* Stored data entries
▬▬▬▬▬▬▬▬▬▬
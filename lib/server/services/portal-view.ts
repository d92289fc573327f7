import "server-only";
import { ownerForecast } from "./turnaround";
import { db } from "@/db";
import { listPaymentsForCustomer, listRefundsForCustomer } from "@/db/queries/payments";
import { listPhotosForMessages } from "@/db/queries/photos";
import { accountOf, remainderBelowMinimum } from "@/lib/engine/pricing/account";
import { depositToCollect, recordedProcessorMinimum } from "@/lib/engine/pricing/deposit";
import {
  getPortalJobForCustomer,
  listMessagesForCustomer,
  listPhotosForCustomer,
  listRevisionsForCustomer,
  listTimelineForCustomer,
} from "@/db/queries/portal";
import type { JobState } from "@/lib/engine/jobs/states";
import { billingNote } from "@/lib/engine/pricing/billing-note";
import { AppError } from "@/lib/server/errors";
import { formatPostalAddress } from "@/lib/engine/addresses";
import { canChooseReturnAddress } from "@/lib/server/services/owner-account";
import { messagesAfterReadAt } from "@/lib/server/services/messages";
import { jobNumber, ownerStateLabel, STATE_LABEL } from "@/lib/engine/jobs/states";
import {
  coveredWording,
  coveredWordingInEstimate,
  exclusionWording,
  type CoveredWordingKey,
  type ExclusionCode,
} from "@/lib/engine/warranty/exclusions";
import { CATEGORY_LABEL, moneyText, type DraftCategory } from "@/lib/validation/estimate";

// What a set owner may see of a job, shaped field by field: no cost prices, markups, internal notes or staff ids.

type Money = { minor: number; text: string };

function pricingNumber(p: Record<string, unknown>, key: string, fallback = 0): number {
  const v = p[key];
  return typeof v === "number" && Number.isFinite(v) ? v : fallback;
}

function warrantyOf(p: Record<string, unknown>) {
  const w = (p.warranty ?? {}) as { termDays?: unknown; designation?: unknown; coveredKeys?: unknown; excludedKeys?: unknown };
  const covered = Array.isArray(w.coveredKeys)
    ? w.coveredKeys.filter((k): k is CoveredWordingKey => typeof k === "string" && k in coveredWording)
    : [];
  const excluded = Array.isArray(w.excludedKeys)
    ? w.excludedKeys.filter((k): k is ExclusionCode => typeof k === "string" && k in exclusionWording)
    : [];
  return {
    termDays: typeof w.termDays === "number" ? w.termDays : 0,
    designation: w.designation === "full" ? "full" : "limited",
    // The estimate comes before the work: its cover speaks of the certificate to come, not of "this certificate".
    covers: covered.map((k) => coveredWordingInEstimate[k]),
    excludes: excluded.map((k) => exclusionWording[k]),
  };
}

/**
 * How the revision's labour minutes were rounded, as priced when it was sent. Revisions sent before the
 * rounding was recorded were rounded on each line.
 */
function billingOf(
  pricing: Record<string, unknown>,
  lines: readonly { minutes: number; quantity: number; coveredByWarranty: number }[],
): { note: string; roundingLabourMinor: number } {
  const worked = lines.reduce((s, l) => s + (l.coveredByWarranty > 0 ? 0 : l.minutes * l.quantity), 0);
  const billed = pricingNumber(pricing, "billedMinutes", worked);
  return {
    note: billingNote({
      billingRounding: pricing.billingRounding === "job" ? "job" : "line",
      billingIncrementMinutes: pricingNumber(pricing, "billingIncrementMinutes", 15),
      workedMinutes: pricingNumber(pricing, "workedMinutes", worked),
      billedMinutes: billed,
    }),
    roundingLabourMinor: pricingNumber(pricing, "roundingLabourMinor", 0),
  };
}

// The timeline tells what happened, in the past: the state labels speak of what is asked now ("send the set").
function timelineLabel(from: JobState | null, to: JobState, depositPaid: boolean, returnMethod: "pick-up" | "shipped" | null): string {
  if (to === "paid_in_full") return "Paid in full";
  if (to === "returned")
    return returnMethod === "shipped" ? "Shipped back to you" : returnMethod === "pick-up" ? "Collected from the shop" : "Returned";
  if (to === "deposit_paid") return depositPaid ? "Deposit received" : "Nothing to pay before the work";
  if (to === "bench_revision") return "A change to the work was proposed; the set stayed on the bench";
  if (to === "on_bench" && from === "bench_revision") return "Change answered; back to work on the bench";
  if (to === "on_bench") return "Set received; work started";
  return STATE_LABEL[to].owner;
}

const CATEGORY_ORDER: DraftCategory[] = ["inspection", "safety", "recap", "alignment", "mechanical", "test", "parts"];

export async function getPortalJobView({ jobId, customerId }: { jobId: string; customerId: string }) {
  const job = await getPortalJobForCustomer({ jobId, customerId });
  if (!job) throw new AppError("not_found", "That job was not found.");
  const [timeline, photoRows, revisions, paymentRows, refundRows, forecast] = await Promise.all([
    listTimelineForCustomer({ jobId, customerId }),
    listPhotosForCustomer({ jobId, customerId }),
    listRevisionsForCustomer({ jobId, customerId }),
    listPaymentsForCustomer({ jobId, customerId }),
    listRefundsForCustomer({ jobId, customerId }),
    // Where the set stands in the bench queue while it waits for it.
    ownerForecast({ jobId, state: job.state }),
  ]);

  const current = revisions[0];
  const exponent = current ? pricingNumber(current.pricing, "exponent", 2) : 2;
  const currency = current?.currency ?? "USD";
  const m = (minor: number): Money => ({ minor, text: moneyText(minor, currency, exponent) });

  const paidDeposits = paymentRows.filter((p) => p.status === "paid" && p.purpose === "deposit").reduce((s, p) => s + p.amountMinor, 0);
  const approved = revisions.find((r) => r.status === "approved");
  // The one account of the job: what is still owed and what the shop owes back.
  const account = accountOf({
    totalMinor: job.settledTotalMinor ?? approved?.totalMinor ?? 0,
    payments: paymentRows,
    refunds: refundRows,
    waivedMinor: job.waivedMinor,
  });
  let due: { purpose: "deposit" | "balance"; amount: Money } | null = null;
  const depositDue = approved
    ? depositToCollect(
        { depositMinor: approved.depositMinor, paidDepositsMinor: paidDeposits, owedMinor: account.owedMinor },
        recordedProcessorMinimum(approved.pricing),
      )
    : 0;
  if (approved && job.state === "approved" && depositDue > 0) due = { purpose: "deposit", amount: m(depositDue) };
  // A remainder below the processor's smallest charge is never offered for payment: the shop waives it.
  const belowMinimum = approved ? remainderBelowMinimum(account, recordedProcessorMinimum(approved.pricing)) > 0 : false;
  if (approved && job.state === "balance_due" && account.owedMinor > 0 && !belowMinimum)
    due = { purpose: "balance", amount: m(account.owedMinor) };
  const inFlight = paymentRows.find((p) => p.status === "processing");

  const estimate = current
    ? {
        id: current.id,
        revision: current.revision,
        status: current.status,
        sentAt: current.sentAt.toISOString(),
        decidedAt: current.decidedAt?.toISOString() ?? null,
        changeSummary: current.changeSummary,
        declineReason: current.declineReason,
        decidable: (job.state === "estimate_sent" || job.state === "bench_revision") && current.status === "sent",
        // A change asked while the set is on the bench: no deposit, the difference goes into the balance.
        atBench: job.state === "bench_revision" && current.status === "sent",
        approvedTotal: approved && approved.id !== current.id ? m(approved.totalMinor) : null,
        groups: CATEGORY_ORDER.map((category) => {
          const lines = current.lines.filter((l) => l.category === category);
          return {
            category,
            label: CATEGORY_LABEL[category],
            lines: lines.map((l) => ({
              id: l.id,
              title: l.title,
              reason: l.reason,
              minutes: l.minutes,
              quantity: l.quantity,
              labour: m(l.labourMinor),
              parts: m(l.partsMinor),
              coveredByWarranty: l.coveredByWarranty > 0,
            })),
            subtotal: m(lines.reduce((s, l) => s + l.labourMinor + l.partsMinor, 0)),
          };
        }).filter((g) => g.lines.length > 0),
        labour: m(current.labourMinor),
        billing: (() => {
          const b = billingOf(current.pricing, current.lines);
          return { note: b.note, rounding: m(b.roundingLabourMinor) };
        })(),
        parts: m(current.partsMinor),
        labourTax: m(pricingNumber(current.pricing, "labourTaxMinor")),
        partsTax: m(pricingNumber(current.pricing, "partsTaxMinor")),
        tax: m(current.taxMinor),
        total: m(current.totalMinor),
        deposit: m(current.depositMinor),
        balanceAfterDeposit: m(Math.max(0, current.totalMinor - current.depositMinor)),
        warranty: warrantyOf(current.pricing),
        earlier: revisions.slice(1).map((r) => ({
          revision: r.revision,
          status: r.status,
          total: m(r.totalMinor),
          changeSummary: r.changeSummary,
          sentAt: r.sentAt.toISOString(),
        })),
      }
    : null;

  return {
    job: {
      id: job.id,
      number: jobNumber(job.number),
      state: job.state,
      stateLabel: ownerStateLabel(job.state, job.returnMethod, job.receivedAt !== null),
      stateIcon: STATE_LABEL[job.state].icon,
      symptoms: job.symptoms,
      priorWork: job.priorWork,
      delivery: job.delivery,
      isWarranty: job.isWarranty,
      returnMethod: job.returnMethod,
      carrier: job.carrier,
      trackingNumber: job.trackingNumber,
      createdAt: job.createdAt.toISOString(),
      // Where the set goes back: the copy kept on the job once chosen; until then the owner picks from their book.
      returnAddress: job.returnAddress ? { lines: formatPostalAddress(job.returnAddress) } : null,
      canChooseReturnAddress: canChooseReturnAddress(job.state),
      set: { maker: job.set.maker, model: job.set.model, year: job.set.year, serial: job.set.serial, kind: job.set.kind },
    },
    timeline: timeline.map((t) => ({
      id: t.id,
      state: t.toState as JobState,
      label: timelineLabel(t.fromState, t.toState, paidDeposits > 0, job.returnMethod),
      icon: STATE_LABEL[t.toState].icon,
      at: t.at.toISOString(),
    })),
    photos: photoRows.map((p) => ({
      id: p.id,
      name: p.displayName,
      width: p.width,
      height: p.height,
      url: `/api/photos/${p.id}`,
      thumbUrl: `/api/photos/${p.id}?size=thumb`,
    })),
    estimate,
    payments: paymentRows
      .filter((p) => p.status !== "open" && p.status !== "expired")
      .map((p) => ({
        id: p.id,
        purpose: p.purpose,
        status: p.status,
        amount: m(p.amountMinor),
        refunded: m(p.refundedMinor),
        paidAt: p.paidAt?.toISOString() ?? null,
      })),
    due,
    account: {
      total: m(account.totalMinor),
      paid: m(account.paidMinor),
      refunded: m(account.refundedMinor),
      refundPending: m(account.refundPendingMinor),
      // A goodwill reduction of the price (given back with the refunds): the owner does not pay it again.
      reduced: m(account.reducedMinor),
      // The price once reductions are taken off.
      price: m(account.totalMinor - account.reducedMinor),
      owed: m(account.owedMinor),
      owedBack: m(account.owedBackMinor),
      // Still to pay, but below the smallest card payment: not asked for online, waived when the work is done.
      belowMinimum,
      // A remainder below the smallest card payment, waived by the shop when the balance fell due.
      waived: account.waivedMinor > 0 ? { ...m(account.waivedMinor), at: job.waivedAt?.toISOString() ?? null } : null,
    },
    confirming: Boolean(inFlight),
    forecast,
  };
}

export type PortalJobView = Awaited<ReturnType<typeof getPortalJobView>>;

export async function getPortalMessages({ jobId, customerId }: { jobId: string; customerId: string }) {
  const job = await getPortalJobForCustomer({ jobId, customerId });
  if (!job) throw new AppError("not_found", "That job was not found.");
  const [rows, after] = await Promise.all([
    listMessagesForCustomer({ jobId, customerId }),
    messagesAfterReadAt(db, { jobId, userId: customerId }),
  ]);
  // Ids from the owner-scoped query above: workshop notes, and so their photos, are never among them.
  const pics = await listPhotosForMessages({ messageIds: rows.map((r) => r.id) });
  return rows.map((r) => ({
    id: r.id,
    body: r.body,
    mine: r.authorId === customerId,
    from: r.authorId === customerId ? "You" : `${r.authorName.split(" ")[0]} at the shop`,
    isQuestion: r.isQuestion,
    createdAt: r.createdAt.toISOString(),
    unread: r.authorId !== customerId && after.has(r.id),
    photos: pics
      .filter((p) => p.messageId === r.id)
      .map((p) => ({ id: p.id, name: p.displayName, url: `/api/photos/${p.id}`, thumbUrl: `/api/photos/${p.id}?size=thumb` })),
  }));
}

export type PortalMessage = Awaited<ReturnType<typeof getPortalMessages>>[number];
▬▬▬▬▬▬▬▬▬▬
* Task instructions
Looking at the data above, show all lines where the word "ownerForecast" occurs.

* Response to the task
import { ownerForecast } from "./turnaround";
    ownerForecast({ jobId, state: job.state }),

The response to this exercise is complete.